Hackaday Prize Entry: Personal Guardian Keeps An Eye Out

The Personal Guardian is a wearable tracking and monitoring device intended to help vulnerable people. The project goal is to allow these patients as much independence and activity as possible without a caregiver needing to be present. Wearing a sensor package might allow a memory care patient (for instance) greater freedom to wander.

The device consists of an Arduino 101 development board with a GSM shield that it uses to send SMS messages to the caregiver — for instance, if the accelerometer shows the patient fell over, or moved beyond certain GPS coordinates. Furthermore, the care-giver can monitor the device to determine the device’s status, and sees the patient’s heart rate thanks to a BLE sensor strap.

The patient can also press a panic button or toggle through a series pre-set SMS messages. In terms of complexity, the project’s creator [Ray Lynch] intended the interface to be simpler than a smart phone.

14 thoughts on “Hackaday Prize Entry: Personal Guardian Keeps An Eye Out

  1. The prototype looks to be a little on the bulky side, but a good first start.
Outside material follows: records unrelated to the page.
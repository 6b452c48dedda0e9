import { describe, expect, it } from 'vitest'
import { reactive } from 'vue'
import { IDBFactory, IDBKeyRange } from 'fake-indexeddb'
import { getDeviceId, openFloatwiseDb, readPieceState, recordStep, savePiece, StepError } from '../../../offline'
import { deviceWithPiece, freshDb, pieceDetail, plainTimeline } from '../../support/offline'

describe('the database', () => {
  it('makes the device id once and keeps it across reopening', async () => {
    const factory = new IDBFactory()
    const first = openFloatwiseDb('device-id', { indexedDB: factory, IDBKeyRange })
    const [a, b] = await Promise.all([getDeviceId(first), getDeviceId(first)])
    expect(a).toBe(b)
    expect(a).toMatch(/^[\w-]{8,64}$/)
    first.close()
    const again = openFloatwiseDb('device-id', { indexedDB: factory, IDBKeyRange })
    expect(await getDeviceId(again)).toBe(a)
  })

  it('closes itself and calls back when another tab opens a newer version', async () => {
    const factory = new IDBFactory()
    const seen: number[] = []
    const db = openFloatwiseDb('upgrade', { indexedDB: factory, IDBKeyRange, onVersionChange: e => seen.push(e.newVersion ?? 0) })
    await db.open()
    // A newer build in another tab: Dexie stores version(n) as n * 10.
    const newer = await new Promise<IDBDatabase>((resolve, reject) => {
      const req = factory.open('upgrade', 20)
      req.onsuccess = () => resolve(req.result)
      req.onerror = () => reject(req.error)
      req.onblocked = () => reject(new Error('blocked: the old tab kept its connection open'))
    })
    expect(seen).toEqual([20])
    expect(db.isOpen()).toBe(false)
    newer.close()
  })

  it('stores plain copies of Vue reactive values', async () => {
    const db = freshDb()
    const detail = reactive(pieceDetail({ timeline: plainTimeline('Yoke', 40) }))
    await savePiece(db, detail)
    const { piece } = await readPieceState(db, 1)
    expect(piece?.timeline).toEqual(plainTimeline('Yoke', 40))
  })
})

describe('recordStep', () => {
  it('queues the event and moves the local place, numbering versions across queued steps', async () => {
    const db = await deviceWithPiece({ completedRows: 4, version: 7 })
    const a = await recordStep(db, 1, { kind: 'advance', to: 5, totalRows: 120 })
    const b = await recordStep(db, 1, { kind: 'advance', to: 6, totalRows: 120 })
    const c = await recordStep(db, 1, { kind: 'back', to: 5, totalRows: 120 })
    const d = await recordStep(db, 1, { kind: 'jump', to: 60, totalRows: 120 })
    expect([a, b, c, d].map(s => [s.event.from, s.event.to, s.event.version])).toEqual([[4, 5, 7], [5, 6, 8], [6, 5, 9], [5, 60, 10]])
    const outbox = await db.outbox.orderBy('seq').toArray()
    expect(outbox.map(e => e.id)).toEqual([a, b, c, d].map(s => s.event.id))
    expect(new Set(outbox.map(e => e.id)).size).toBe(4)
    const state = await readPieceState(db, 1)
    expect(state.progress).toMatchObject({ completedRows: 60, serverRows: 4, serverVersion: 7 })
    expect(state.pending).toBe(4)
  })

  it('counts only the same piece\'s queued events in the version', async () => {
    const db = await deviceWithPiece({ id: 1, version: 3 })
    await savePiece(db, pieceDetail({ id: 2, version: 11 }))
    await recordStep(db, 1, { kind: 'advance', to: 1, totalRows: 120 })
    const other = await recordStep(db, 2, { kind: 'advance', to: 1, totalRows: 120 })
    expect(other.event.version).toBe(11)
  })

  it.each([
    ['the progress write fails', 'progress'],
    ['the outbox write fails', 'outbox'],
  ] as const)('writes neither event nor place when %s inside the transaction', async (_, table) => {
    const db = await deviceWithPiece({ completedRows: 10, version: 2 })
    const fail = () => { throw new Error('disk full') }
    db[table].hook('creating', fail)
    db[table].hook('updating', fail)
    await expect(recordStep(db, 1, { kind: 'advance', to: 11, totalRows: 120 })).rejects.toThrow('disk full')
    db[table].hook('creating').unsubscribe(fail)
    db[table].hook('updating').unsubscribe(fail)
    const state = await readPieceState(db, 1)
    expect(state.pending).toBe(0)
    expect(state.progress?.completedRows).toBe(10)
  })

  it.each([
    [{ kind: 'advance', to: 10 }, /forward/],
    [{ kind: 'advance', to: 9 }, /forward/],
    [{ kind: 'back', to: 11 }, /below/],
    [{ kind: 'jump', to: 121 }, /outside/],
    [{ kind: 'jump', to: -1 }, /outside/],
    [{ kind: 'jump', to: 2.5 }, /outside/],
    [{ kind: 'skip', to: 12 }, /Unknown step/],
  ] as const)('refuses %o with a clear message', async (step, message) => {
    const db = await deviceWithPiece({ completedRows: 10 })
    const error = await recordStep(db, 1, { ...step, totalRows: 120 } as never).catch(e => e)
    expect(error).toBeInstanceOf(StepError)
    expect(error.message).toMatch(message)
    expect((await readPieceState(db, 1)).pending).toBe(0)
  })

  it('refuses a piece that was never opened on this device', async () => {
    await expect(recordStep(freshDb(), 5, { kind: 'advance', to: 1, totalRows: 10 })).rejects.toThrow(/not on this device/)
  })
})

describe('savePiece', () => {
  it('seeds progress from the server when there is none', async () => {
    const db = freshDb()
    await savePiece(db, pieceDetail({ completedRows: 33, version: 9 }))
    expect((await readPieceState(db, 1)).progress).toMatchObject({ completedRows: 33, serverRows: 33, serverVersion: 9, conflict: null })
  })

  it('takes a newer server place when nothing is queued', async () => {
    const db = await deviceWithPiece({ completedRows: 3, version: 1 })
    await savePiece(db, pieceDetail({ completedRows: 50, version: 12 }))
    expect((await readPieceState(db, 1)).progress).toMatchObject({ completedRows: 50, serverVersion: 12 })
  })

  it('never overwrites unsynced local progress', async () => {
    const db = await deviceWithPiece({ completedRows: 3, version: 1 })
    await recordStep(db, 1, { kind: 'advance', to: 4, totalRows: 120 })
    await savePiece(db, pieceDetail({ completedRows: 80, version: 5, name: 'Back (renamed)' }))
    const state = await readPieceState(db, 1)
    expect(state.progress).toMatchObject({ completedRows: 4, serverRows: 3, serverVersion: 1 })
    expect(state.piece?.name).toBe('Back (renamed)')
    expect(state.pending).toBe(1)
  })

  it('ignores an answer older than what it has seen', async () => {
    const db = await deviceWithPiece({ completedRows: 30, version: 6 })
    await savePiece(db, pieceDetail({ completedRows: 10, version: 2 }))
    expect((await readPieceState(db, 1)).progress).toMatchObject({ completedRows: 30, serverVersion: 6 })
  })
})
    I guess the next step now is to port the code to a smaller and more readily available dev board. If they’ve done the job right, it won’t matter that it was originally coded for the Intel Curie as the Arduino HAL should allow it to move across to something ARM or AVR based fairly easily.

      1. Not quite… most of the telcos in this country claim coverage of over 90% of the population… Lora doesn’t.

        A Lora radio on its own does not make a comms link. The GSM network isn’t infallable but it will work in more places, more often, than Lora without special prior arrangement.

        I would suggest Lora in addition to GSM. When Lora nodes are detected, it can shut down GSM and save batteries by using Lora. When Lora is out of range, it goes looking for GSM. There’s a reason I go cycling with both a 4G mobile phone and a (actually two, a mobile station and a hand-held) multi-band radio transceivers.

    1. Modern GPS receivers do work decently well indoors depending on the building construction/design. GPS receivers have come a long, long way from the late 90’s early 2000’s when you had to have a clear view of the sky to get a decent fix. I had a Garmin receiver that would struggle to get a power-on lock sitting on a windowsill. Now I have an activity tracking watch that takes ~15 seconds to get a GPS lock inside my house.

  2. http://www.ebay.com.au/itm/Mini-Global-Locator-Real-Time-Car-Kids-Pet-Tracker-GSM-GPRS-GPS-Tracking-Device-/122259887751

    There’s an emergency sequence when you press the button on it to send a predefined message, a MCU soldered to the button legs with a sensor axis or tilt etc rehouse in new shell win

    Run a little server with rooted android phone that can poll via sms, so those with area restrictions are polled more frequently the closer to a boundary they get some using average walk distance etc.

    Any old box with Linux USB and 1 network port and a rooted cheap android phone for SMS ADB for polling the devices it has a microphone which can be called to hear what’s going on also.

    It’s a pretty nifty thing though mic gets muffled if in pocket.

  3. What is a “memory care” patient? Is this word the newest creation of political-correctness fanatics, an euphemism, perhaps for dementia (Alzheimers disease), like using “special..something” instead of “disabled”?
    Why do some people continuously invent new euphemisms?